Data below:

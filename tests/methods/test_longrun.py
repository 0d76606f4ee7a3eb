"""Tests of the long-run variance, the t-to-normal scores and the family block length.

Checked against outside references:

* the plain Bartlett estimator against ``arch.covariance.kernel.Bartlett`` (arch's weights are
  ``1 - j / (b + 1)``, ours ``1 - j / S``: ``S = b + 1``);
* the AR(1) coefficient against an ordinary least-squares fit by ``statsmodels.api.OLS``;
* ``normal_scores`` against scipy's Student t and normal distributions;
* theory: the long-run variance of an AR(1), ``sigma^2 (1 + phi) / (1 - phi)`` (a textbook fact), on
  simulated series; the variance of the stationary-bootstrap mean of an AR(1) (Politis and Romano
  1994) against the engine's own resamples.

Internal consistency only: the equivalent degrees of freedom against the spread of the estimates
over simulated series, and the family block-length rule.
"""

from __future__ import annotations

import numpy as np
import pytest
from scipy import stats

from sweepaudit.errors import DegenerateDataError, InputError
from sweepaudit.methods.longrun import (
    bootstrap_variance_ratio,
    family_block_length,
    long_run_variance,
    normal_scores,
)


def _ar1(rng, t, n, phi):
    e = rng.standard_normal((t + 200, n))
    x = np.empty_like(e)
    x[0] = e[0]
    for i in range(1, len(e)):
        x[i] = phi * x[i - 1] + np.sqrt(1 - phi * phi) * e[i]
    return x[200:]


def test_plain_bartlett_matches_arch():
    # Reference: arch.covariance.kernel.Bartlett, bandwidth b -> our S = b + 1.
    from arch.covariance.kernel import Bartlett

    x = np.random.default_rng(1).standard_normal((300, 3))
    ours = long_run_variance(x, prewhiten=False, bandwidth=5.0).variance
    for k in range(3):
        theirs = float(Bartlett(x[:, k], bandwidth=4).cov.long_run[0, 0])
        assert ours[k] == pytest.approx(theirs, rel=1e-12)


def test_ar_coefficient_matches_least_squares():
    # Reference: statsmodels OLS of e_t on e_{t-1} without a constant (e demeaned).
    import statsmodels.api as sm

    x = _ar1(np.random.default_rng(2), 400, 1, 0.4)[:, 0]
    e = x - x.mean()
    ols = sm.OLS(e[1:], e[:-1]).fit().params[0]
    raw = long_run_variance(x, bias_correction=False).ar_coefficient[0]
    assert raw == pytest.approx(ols, rel=1e-12)
    corrected = long_run_variance(x).ar_coefficient[0]
    assert corrected == pytest.approx(ols + (1 + 3 * ols) / 400, rel=1e-12)


@pytest.mark.parametrize("phi", [0.0, 0.5, 0.7])
def test_long_run_variance_of_ar1_is_unbiased_on_average(phi):
    # Theory: omega^2 = (1 + phi) / (1 - phi) for a unit-variance AR(1).
    rng = np.random.default_rng(3)
    x = _ar1(rng, 500, 400, phi)
    estimate = long_run_variance(x)
    truth = (1 + phi) / (1 - phi)
    assert np.mean(estimate.variance) / truth == pytest.approx(1.0, abs=0.06)
    assert np.median(estimate.ratio) == pytest.approx(truth, rel=0.1)


def test_plain_newey_west_understates_persistent_dependence():
    # Why prewhitening: a short Bartlett bandwidth misses most of an AR(0.7)'s long-run variance.
    x = _ar1(np.random.default_rng(4), 208, 300, 0.7)
    truth = 1.7 / 0.3
    plain = long_run_variance(x, prewhiten=False, bandwidth=5.0).variance.mean() / truth
    whitened = long_run_variance(x).variance.mean() / truth
    assert plain < 0.6
    assert whitened > 0.85


def test_degrees_of_freedom_match_the_spread_of_the_estimates():
    # Internal: 2 / nu approximates Var(log omega^2) across simulated iid normal series.
    x = np.random.default_rng(5).standard_normal((208, 2000))
    estimate = long_run_variance(x)
    spread = np.var(np.log(estimate.variance))
    implied = np.mean(2.0 / estimate.degrees_of_freedom)
    assert spread == pytest.approx(implied, rel=0.35)
    assert np.median(estimate.degrees_of_freedom) == pytest.approx(208 / 3, rel=0.1)


def test_normal_scores_match_scipy():
    t = np.array([-3.0, -0.5, 0.0, 1.0, 2.5, 4.0])
    nu = np.array([5.0, 10.0, 20.0, 40.0, 80.0, 15.0])
    expected = stats.norm.ppf(stats.t.cdf(t, nu))
    assert normal_scores(t, nu) == pytest.approx(expected, rel=1e-9, abs=1e-12)


def test_normal_scores_stay_finite_for_huge_ratios():
    z = normal_scores(np.array([60.0, -60.0]), np.array([10.0, 10.0]))
    assert np.all(np.isfinite(z))
    assert z[0] > 5 and z[1] == -z[0]


def test_bootstrap_variance_ratio_matches_the_engine():
    # Theory (Politis and Romano 1994): the stationary-bootstrap variance of the mean weights lag j by
    # (1 - 1/L)^j. Checked against the engine's own resamples on a long AR(0.5) series.
    from sweepaudit.resample import draw_resamples, resampled_moments

    phi, t, length = 0.5, 4000, 8.0
    x = _ar1(np.random.default_rng(6), t, 1, phi)
    resamples = draw_resamples(t, count=4000, kind="stationary", block_length=length, seed=1)
    moments = resampled_moments(x, resamples)
    measured = t * moments.mean[:, 0].var() / long_run_variance(x).variance[0]
    assert measured == pytest.approx(bootstrap_variance_ratio(phi, length), abs=0.08)


def test_bootstrap_variance_ratio_properties():
    assert bootstrap_variance_ratio(0.0, 3.0) == 1.0
    assert bootstrap_variance_ratio(-0.3, 3.0) == 1.0
    short, long = bootstrap_variance_ratio(0.7, 5.0), bootstrap_variance_ratio(0.7, 40.0)
    assert 0 < short < long < 1
    assert bootstrap_variance_ratio(0.5, 10, "circular") < 1


def test_family_block_length_lengthens_blocks_under_persistence():
    rng = np.random.default_rng(7)
    iid = rng.standard_normal((208, 40))
    persistent = _ar1(rng, 208, 40, 0.7)
    calm = family_block_length(iid, selected=3)
    slow = family_block_length(persistent, selected=3)
    assert calm.length < 5 and not calm.lengthened
    assert slow.lengthened and slow.length > 15
    assert slow.predicted_share >= 0.9 - 1e-9
    assert slow.length <= 208 / 4
    whole = family_block_length(persistent, selected=3, kind="circular")
    assert whole.length == int(whole.length)


def test_family_block_length_samples_large_families():
    x = np.random.default_rng(8).standard_normal((120, 600))
    choice = family_block_length(x, selected=599, sample=64)
    assert choice.configurations_examined in (64, 65)


def test_errors_name_the_problem():
    with pytest.raises(DegenerateDataError, match="at least 8 windows"):
        long_run_variance(np.ones((5, 2)))
    with pytest.raises(DegenerateDataError, match="constant"):
        long_run_variance(np.column_stack([np.arange(20.0), np.ones(20)]))
    with pytest.raises(InputError, match="finite"):
        long_run_variance(np.array([1.0, np.nan] * 10))
    with pytest.raises(InputError, match="bandwidth"):
        long_run_variance(np.random.default_rng(0).standard_normal(30), bandwidth=-1.0)
    with pytest.raises(InputError, match="selected"):
        family_block_length(np.random.default_rng(0).standard_normal((30, 3)), selected=3)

End of Data.

### What needs to be done
Please write out, exactly as they appear above, only the lines in the stretch from the line with "the AR(1) coefficient" through the line with "1994) against the engine's own resamples.".

### Written answer
* the AR(1) coefficient against an ordinary least-squares fit by ``statsmodels.api.OLS``;
* ``normal_scores`` against scipy's Student t and normal distributions;
* theory: the long-run variance of an AR(1), ``sigma^2 (1 + phi) / (1 - phi)`` (a textbook fact), on
  simulated series; the variance of the stationary-bootstrap mean of an AR(1) (Politis and Romano
  1994) against the engine's own resamples.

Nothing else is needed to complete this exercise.